§ **Work order**
The entries below must be transcribed exactly. Leave nothing out.

§ **Record set**
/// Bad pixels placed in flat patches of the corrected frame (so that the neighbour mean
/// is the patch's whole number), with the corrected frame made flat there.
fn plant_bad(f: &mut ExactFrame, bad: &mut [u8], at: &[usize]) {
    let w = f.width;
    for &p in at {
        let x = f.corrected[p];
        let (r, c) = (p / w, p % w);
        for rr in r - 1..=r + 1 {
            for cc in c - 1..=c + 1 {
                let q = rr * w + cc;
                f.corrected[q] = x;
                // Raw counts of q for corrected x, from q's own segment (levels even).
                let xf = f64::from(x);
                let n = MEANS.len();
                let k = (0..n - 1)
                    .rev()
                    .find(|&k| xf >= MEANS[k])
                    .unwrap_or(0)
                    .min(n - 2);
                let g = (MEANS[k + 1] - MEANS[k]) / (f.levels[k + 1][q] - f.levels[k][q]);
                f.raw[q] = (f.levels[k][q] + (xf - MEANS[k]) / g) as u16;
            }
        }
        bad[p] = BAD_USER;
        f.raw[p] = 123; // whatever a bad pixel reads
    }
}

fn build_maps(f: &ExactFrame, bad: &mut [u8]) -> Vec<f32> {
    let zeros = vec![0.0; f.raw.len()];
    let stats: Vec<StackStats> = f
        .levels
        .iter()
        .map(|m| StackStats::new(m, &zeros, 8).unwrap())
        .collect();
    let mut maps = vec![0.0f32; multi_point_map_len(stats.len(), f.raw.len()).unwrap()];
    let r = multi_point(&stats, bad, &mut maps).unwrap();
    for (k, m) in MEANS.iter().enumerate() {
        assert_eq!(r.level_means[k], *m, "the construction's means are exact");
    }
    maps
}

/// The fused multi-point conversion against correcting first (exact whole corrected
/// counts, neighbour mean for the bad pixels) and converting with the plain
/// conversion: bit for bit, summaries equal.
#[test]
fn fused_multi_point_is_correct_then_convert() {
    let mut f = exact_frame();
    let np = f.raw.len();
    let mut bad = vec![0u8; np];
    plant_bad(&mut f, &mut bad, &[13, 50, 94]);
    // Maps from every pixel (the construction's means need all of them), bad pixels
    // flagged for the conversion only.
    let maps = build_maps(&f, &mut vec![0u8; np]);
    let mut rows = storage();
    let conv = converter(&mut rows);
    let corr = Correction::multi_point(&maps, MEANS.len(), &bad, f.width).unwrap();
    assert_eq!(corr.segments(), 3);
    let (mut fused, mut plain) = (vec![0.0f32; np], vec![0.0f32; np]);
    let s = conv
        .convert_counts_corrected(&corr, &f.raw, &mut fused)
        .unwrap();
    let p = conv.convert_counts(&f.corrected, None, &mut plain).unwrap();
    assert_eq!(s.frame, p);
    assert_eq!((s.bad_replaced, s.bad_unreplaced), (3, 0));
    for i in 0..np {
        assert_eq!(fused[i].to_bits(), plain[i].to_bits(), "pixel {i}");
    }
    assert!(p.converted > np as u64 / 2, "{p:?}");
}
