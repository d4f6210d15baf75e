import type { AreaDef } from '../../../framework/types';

§ **Worked solution**
/// Bad pixels placed in flat patches of the corrected frame (so that the neighbour mean
/// is the patch's whole number), with the corrected frame made flat there.
fn plant_bad(f: &mut ExactFrame, bad: &mut [u8], at: &[usize]) {
    let w = f.width;
    for &p in at {
        let x = f.corrected[p];
        let (r, c) = (p / w, p % w);
        for rr in r - 1..=r + 1 {
            for cc in c - 1..=c + 1 {
                let q = rr * w + cc;
                f.corrected[q] = x;
                // Raw counts of q for corrected x, from q's own segment (levels even).
                let xf = f64::from(x);
                let n = MEANS.len();
                let k = (0..n - 1)
                    .rev()
                    .find(|&k| xf >= MEANS[k])
                    .unwrap_or(0)
                    .min(n - 2);
                let g = (MEANS[k + 1] - MEANS[k]) / (f.levels[k + 1][q] - f.levels[k][q]);
                f.raw[q] = (f.levels[k][q] + (xf - MEANS[k]) / g) as u16;
            }
        }
        bad[p] = BAD_USER;
        f.raw[p] = 123; // whatever a bad pixel reads
    }
}

fn build_maps(f: &ExactFrame, bad: &mut [u8]) -> Vec<f32> {
    let zeros = vec![0.0; f.raw.len()];
    let stats: Vec<StackStats> = f
        .levels
        .iter()
        .map(|m| StackStats::new(m, &zeros, 8).unwrap())
        .collect();
    let mut maps = vec![0.0f32; multi_point_map_len(stats.len(), f.raw.len()).unwrap()];
    let r = multi_point(&stats, bad, &mut maps).unwrap();
    for (k, m) in MEANS.iter().enumerate() {
        assert_eq!(r.level_means[k], *m, "the construction's means are exact");
    }
    maps
}

/// The fused multi-point conversion against correcting first (exact whole corrected
/// counts, neighbour mean for the bad pixels) and converting with the plain
/// conversion: bit for bit, summaries equal.
#[test]
fn fused_multi_point_is_correct_then_convert() {
    let mut f = exact_frame();
    let np = f.raw.len();
    let mut bad = vec![0u8; np];
    plant_bad(&mut f, &mut bad, &[13, 50, 94]);
    // Maps from every pixel (the construction's means need all of them), bad pixels
    // flagged for the conversion only.
    let maps = build_maps(&f, &mut vec![0u8; np]);
    let mut rows = storage();
    let conv = converter(&mut rows);
    let corr = Correction::multi_point(&maps, MEANS.len(), &bad, f.width).unwrap();
    assert_eq!(corr.segments(), 3);
    let (mut fused, mut plain) = (vec![0.0f32; np], vec![0.0f32; np]);
    let s = conv
        .convert_counts_corrected(&corr, &f.raw, &mut fused)
        .unwrap();
    let p = conv.convert_counts(&f.corrected, None, &mut plain).unwrap();
    assert_eq!(s.frame, p);
    assert_eq!((s.bad_replaced, s.bad_unreplaced), (3, 0));
    for i in 0..np {
        assert_eq!(fused[i].to_bits(), plain[i].to_bits(), "pixel {i}");
    }
    assert!(p.converted > np as u64 / 2, "{p:?}");
}
repository d4f6210d15baf75e
import type { AreaDef } from '../../../framework/types';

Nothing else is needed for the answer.